RECORDS PROVIDED ▸
static void detail_icon(const struct gp_build *build, struct detail *d)
{
	struct gp_box box;
	snprintf(d->title, sizeof(d->title), "One icon");
	const struct gp_design *design = build->design;
	if (!design->icon_count ||
	    !owned_box(&build->art, GP_OWNER_ICON, &box)) {
		d->missing = "no icons in this design";
		return;
	}
	const struct gp_icon *icon = &design->icons[0];
	snprintf(d->title, sizeof(d->title), "Icon '%s'", icon->name);
	struct gp_point c = icon->position;
	char a[32], b[32];
	/* the nominal shape, not the lit spur of its lead */
	switch (icon->kind) {
	case GP_ICON_CIRCLE:
	case GP_ICON_RING:
		box = gp_box_make(c.x - icon->diameter / 2,
				  c.y - icon->diameter / 2,
				  c.x + icon->diameter / 2,
				  c.y + icon->diameter / 2);
		proof_dim_mm(a, sizeof(a), icon->diameter);
		d->window = around(box, 300 * 1000);
		from_feature(value_dim(&d->dims, SIDE_TOP, 0, box.x0, box.x1,
				       "\xc3\x98", 0, false),
			     c.y);
		if (icon->kind == GP_ICON_RING) {
			proof_dim_mm(b, sizeof(b), icon->line);
			add_note(d, "ring \xc3\x98%s, width %s", a, b);
		}
		return;
	case GP_ICON_RECTANGLE:
	case GP_ICON_ROUNDED_RECTANGLE:
		if (icon->rotation % 180 == 0) {
			box = gp_box_make(c.x - icon->size[0] / 2,
					  c.y - icon->size[1] / 2,
					  c.x + icon->size[0] / 2,
					  c.y + icon->size[1] / 2);
		}
		break;
	case GP_ICON_TEXT:
		proof_dim_mm(a, sizeof(a), icon->style.cap_height);
		add_note(d, "text \"%.40s\", cap height %s", icon->text, a);
		break;
	default:
		break;
	}
	d->window = around(box, 300 * 1000);
	value_dim(&d->dims, SIDE_TOP, 0, box.x0, box.x1, "", 0, false);
	value_dim(&d->dims, SIDE_LEFT, 0, box.y0, box.y1, "", 0, false);
}

static void detail_digit(const struct gp_build *build, struct detail *d)
{
	struct gp_box box;
	snprintf(d->title, sizeof(d->title), "One digit");
	const struct gp_design *design = build->design;
	if (!design->digit_count ||
	    !owned_box(&build->art, GP_OWNER_DIGITS, &box)) {
		d->missing = "no digits in this design";
		return;
	}
	const struct gp_digits *r = &design->digits[0];
	const struct gp_figure_spec *fig = &r->figure;
	snprintf(d->title, sizeof(d->title), "Digit of row '%s'", r->name);
	/* digit 1: its upright outline leant by the slant, and its point */
	double lean = tan(fig->slant * 3.14159265358979323846 / 180);
	int64_t reach = (int64_t)llround(lean * (double)fig->height);
	box = gp_box_make(r->origin.x + (reach < 0 ? reach : 0), r->origin.y,
			  r->origin.x + fig->width + (reach > 0 ? reach : 0),
			  r->origin.y + fig->height);
	if (r->point_mask)
		box.x1 += r->point_gap + r->point_size;
	d->window = around(box, 400 * 1000);
	/* the upright outline the figure is drawn in: width and height; the
	 * stroke down from the top */
	int64_t x0 = r->origin.x, y0 = r->origin.y;
	int64_t top = y0 + fig->height;
	from_feature(value_dim(&d->dims, SIDE_BOTTOM, 0, x0, x0 + fig->width,
			       "", 0, false),
		     y0);
	from_feature(value_dim(&d->dims, SIDE_LEFT, 1, y0, top, "", 0, false),
		     x0);
	from_feature(value_dim(&d->dims, SIDE_LEFT, 0, top - fig->stroke, top,
			       "stroke ", 0, false),
		     x0);
	char a[32], b[32];
	proof_dim_mm(a, sizeof(a), fig->stroke);
	proof_dim_mm(b, sizeof(b), fig->gap);
	add_note(d, "stroke %s, gap %s between segments", a, b);
	add_note(d, "slant %.3g\xc2\xb0 (top to the %s)",
		 fig->slant < 0 ? -fig->slant : fig->slant,
		 fig->slant < 0 ? "left" : "right");
	if (r->point_mask) {
		proof_dim_mm(a, sizeof(a), r->point_size);
		proof_dim_mm(b, sizeof(b), r->point_gap);
		add_note(d, "point %s, %s clear of the digit", a, b);
	}
	if (r->colon_mask) {
		proof_dim_mm(a, sizeof(a), r->colon_size);
		add_note(d, "colon dots %s", a);
	}
	add_note(d, "the upright outline, before the slant");
}
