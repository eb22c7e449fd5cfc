/* The make/ninja dependency file of a build: every output depends on the
 * description and on every font read. */
#include "build.h"
#include "staged-file.h"

#include <string.h>

/* Make syntax: spaces, '#' and '\' escaped with a backslash, '$' doubled. */
static void put_make_name(struct gp_buffer *out, const char *name,
			  size_t length)
{
	for (size_t i = 0; i < length; i++) {
		char c = name[i];
		if (c == ' ' || c == '#' || c == '\\')
			gp_buffer_append(out, "\\", 1);
		else if (c == '$')
			gp_buffer_append(out, "$", 1);
		gp_buffer_append(out, &c, 1);
	}
}

/* "FOLDER/a FOLDER/b: DESCRIPTION \
 *   FONT..." */
static void depfile_text(const struct gp_build *build,
			 const struct gp_output_set *set, const char *folder,
			 struct gp_buffer *out)
{
	for (size_t i = 0; i < set->count; i++) {
		put_make_name(out, folder, strlen(folder));
		gp_buffer_append(out, "/", 1);
		put_make_name(out, set->files[i].name,
			      strlen(set->files[i].name));
		gp_buffer_puts(out, i + 1 < set->count ? " " : ": ");
	}
	const char *description =
		build->design->spec ? build->design->spec->file : "";
	put_make_name(out, description, strlen(description));
	const char *inputs = build->inputs.data ? build->inputs.data : "";
	for (const char *p = inputs; *p;) {
		size_t length = strcspn(p, "\n");
		gp_buffer_puts(out, " \\\n  ");
		put_make_name(out, p, length);
		p += length + (p[length] == '\n');
	}
	gp_buffer_puts(out, "\n");
}

bool gp_depfile_stage(const struct gp_build *build,
		      const struct gp_output_set *set, const char *folder,
		      struct gp_staged_file *file, struct gp_diag *diag)
{
	struct gp_buffer text;
	gp_buffer_init(&text);
	depfile_text(build, set, folder, &text);
	bool ok = text.failed
			  ? gp_diag_oom(diag, NULL)
			  : gp_staged_file_write(file, build->depfile,
						 text.data, text.size, diag);
	gp_buffer_finish(&text);
	return ok;
}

TASK INSTRUCTIONS ▸
Every line of the listing above should be copied word for word.

EXERCISE OUTPUT ▸
static void detail_icon(const struct gp_build *build, struct detail *d)
{
	struct gp_box box;
	snprintf(d->title, sizeof(d->title), "One icon");
	const struct gp_design *design = build->design;
	if (!design->icon_count ||
	    !owned_box(&build->art, GP_OWNER_ICON, &box)) {
		d->missing = "no icons in this design";
		return;
	}
	const struct gp_icon *icon = &design->icons[0];
	snprintf(d->title, sizeof(d->title), "Icon '%s'", icon->name);
	struct gp_point c = icon->position;
	char a[32], b[32];
	/* the nominal shape, not the lit spur of its lead */
	switch (icon->kind) {
	case GP_ICON_CIRCLE:
	case GP_ICON_RING:
		box = gp_box_make(c.x - icon->diameter / 2,
				  c.y - icon->diameter / 2,
				  c.x + icon->diameter / 2,
				  c.y + icon->diameter / 2);
		proof_dim_mm(a, sizeof(a), icon->diameter);
		d->window = around(box, 300 * 1000);
		from_feature(value_dim(&d->dims, SIDE_TOP, 0, box.x0, box.x1,
				       "\xc3\x98", 0, false),
			     c.y);
		if (icon->kind == GP_ICON_RING) {
			proof_dim_mm(b, sizeof(b), icon->line);
			add_note(d, "ring \xc3\x98%s, width %s", a, b);
		}
		return;
	case GP_ICON_RECTANGLE:
	case GP_ICON_ROUNDED_RECTANGLE:
		if (icon->rotation % 180 == 0) {
			box = gp_box_make(c.x - icon->size[0] / 2,
					  c.y - icon->size[1] / 2,
					  c.x + icon->size[0] / 2,
					  c.y + icon->size[1] / 2);
		}
		break;
	case GP_ICON_TEXT:
		proof_dim_mm(a, sizeof(a), icon->style.cap_height);
		add_note(d, "text \"%.40s\", cap height %s", icon->text, a);
		break;
	default:
		break;
	}
	d->window = around(box, 300 * 1000);
	value_dim(&d->dims, SIDE_TOP, 0, box.x0, box.x1, "", 0, false);
	value_dim(&d->dims, SIDE_LEFT, 0, box.y0, box.y1, "", 0, false);
}

static void detail_digit(const struct gp_build *build, struct detail *d)
{
	struct gp_box box;
	snprintf(d->title, sizeof(d->title), "One digit");
	const struct gp_design *design = build->design;
	if (!design->digit_count ||
	    !owned_box(&build->art, GP_OWNER_DIGITS, &box)) {
		d->missing = "no digits in this design";
		return;
	}
	const struct gp_digits *r = &design->digits[0];
	const struct gp_figure_spec *fig = &r->figure;
	snprintf(d->title, sizeof(d->title), "Digit of row '%s'", r->name);
	/* digit 1: its upright outline leant by the slant, and its point */
	double lean = tan(fig->slant * 3.14159265358979323846 / 180);
	int64_t reach = (int64_t)llround(lean * (double)fig->height);
	box = gp_box_make(r->origin.x + (reach < 0 ? reach : 0), r->origin.y,
			  r->origin.x + fig->width + (reach > 0 ? reach : 0),
			  r->origin.y + fig->height);
	if (r->point_mask)
		box.x1 += r->point_gap + r->point_size;
	d->window = around(box, 400 * 1000);
	/* the upright outline the figure is drawn in: width and height; the
	 * stroke down from the top */
	int64_t x0 = r->origin.x, y0 = r->origin.y;
	int64_t top = y0 + fig->height;
	from_feature(value_dim(&d->dims, SIDE_BOTTOM, 0, x0, x0 + fig->width,
			       "", 0, false),
		     y0);
	from_feature(value_dim(&d->dims, SIDE_LEFT, 1, y0, top, "", 0, false),
		     x0);
	from_feature(value_dim(&d->dims, SIDE_LEFT, 0, top - fig->stroke, top,
			       "stroke ", 0, false),
		     x0);
	char a[32], b[32];
	proof_dim_mm(a, sizeof(a), fig->stroke);
	proof_dim_mm(b, sizeof(b), fig->gap);
	add_note(d, "stroke %s, gap %s between segments", a, b);
	add_note(d, "slant %.3g\xc2\xb0 (top to the %s)",
		 fig->slant < 0 ? -fig->slant : fig->slant,
		 fig->slant < 0 ? "left" : "right");
	if (r->point_mask) {
		proof_dim_mm(a, sizeof(a), r->point_size);
		proof_dim_mm(b, sizeof(b), r->point_gap);
		add_note(d, "point %s, %s clear of the digit", a, b);
	}
	if (r->colon_mask) {
		proof_dim_mm(a, sizeof(a), r->colon_size);
		add_note(d, "colon dots %s", a);
	}
	add_note(d, "the upright outline, before the slant");
}
repository eb22c7e449fd5cfc
/* The make/ninja dependency file of a build: every output depends on the
 * description and on every font read. */
#include "build.h"
#include "staged-file.h"

#include <string.h>

/* Make syntax: spaces, '#' and '\' escaped with a backslash, '$' doubled. */
static void put_make_name(struct gp_buffer *out, const char *name,
			  size_t length)
{
	for (size_t i = 0; i < length; i++) {
		char c = name[i];
		if (c == ' ' || c == '#' || c == '\\')
			gp_buffer_append(out, "\\", 1);
		else if (c == '$')
			gp_buffer_append(out, "$", 1);
		gp_buffer_append(out, &c, 1);
	}
}

/* "FOLDER/a FOLDER/b: DESCRIPTION \
 *   FONT..." */
static void depfile_text(const struct gp_build *build,
			 const struct gp_output_set *set, const char *folder,
			 struct gp_buffer *out)
{
	for (size_t i = 0; i < set->count; i++) {
		put_make_name(out, folder, strlen(folder));
		gp_buffer_append(out, "/", 1);
		put_make_name(out, set->files[i].name,
			      strlen(set->files[i].name));
		gp_buffer_puts(out, i + 1 < set->count ? " " : ": ");
	}
	const char *description =
		build->design->spec ? build->design->spec->file : "";
	put_make_name(out, description, strlen(description));
	const char *inputs = build->inputs.data ? build->inputs.data : "";
	for (const char *p = inputs; *p;) {
		size_t length = strcspn(p, "\n");
		gp_buffer_puts(out, " \\\n  ");
		put_make_name(out, p, length);
		p += length + (p[length] == '\n');
	}
	gp_buffer_puts(out, "\n");
}

bool gp_depfile_stage(const struct gp_build *build,
		      const struct gp_output_set *set, const char *folder,
		      struct gp_staged_file *file, struct gp_diag *diag)
{
	struct gp_buffer text;
	gp_buffer_init(&text);
	depfile_text(build, set, folder, &text);
	bool ok = text.failed
			  ? gp_diag_oom(diag, NULL)
			  : gp_staged_file_write(file, build->depfile,
						 text.data, text.size, diag);
	gp_buffer_finish(&text);
	return ok;
}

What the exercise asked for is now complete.